Exercise aim:
Each entry must be output once more without any change.

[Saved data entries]
---------------
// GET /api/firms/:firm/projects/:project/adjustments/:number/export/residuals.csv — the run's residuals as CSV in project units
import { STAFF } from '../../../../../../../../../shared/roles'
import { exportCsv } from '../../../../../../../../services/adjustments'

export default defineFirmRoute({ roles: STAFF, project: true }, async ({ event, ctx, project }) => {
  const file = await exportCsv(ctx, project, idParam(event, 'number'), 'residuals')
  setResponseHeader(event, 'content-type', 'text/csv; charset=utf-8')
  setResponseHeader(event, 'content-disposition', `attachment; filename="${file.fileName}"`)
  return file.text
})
---------------
Answer box:
// GET /api/firms/:firm/projects/:project/adjustments/:number/export/residuals.csv — the run's residuals as CSV in project units
import { STAFF } from '../../../../../../../../../shared/roles'
import { exportCsv } from '../../../../../../../../services/adjustments'

export default defineFirmRoute({ roles: STAFF, project: true }, async ({ event, ctx, project }) => {
  const file = await exportCsv(ctx, project, idParam(event, 'number'), 'residuals')
  setResponseHeader(event, 'content-type', 'text/csv; charset=utf-8')
  setResponseHeader(event, 'content-disposition', `attachment; filename="${file.fileName}"`)
  return file.text
})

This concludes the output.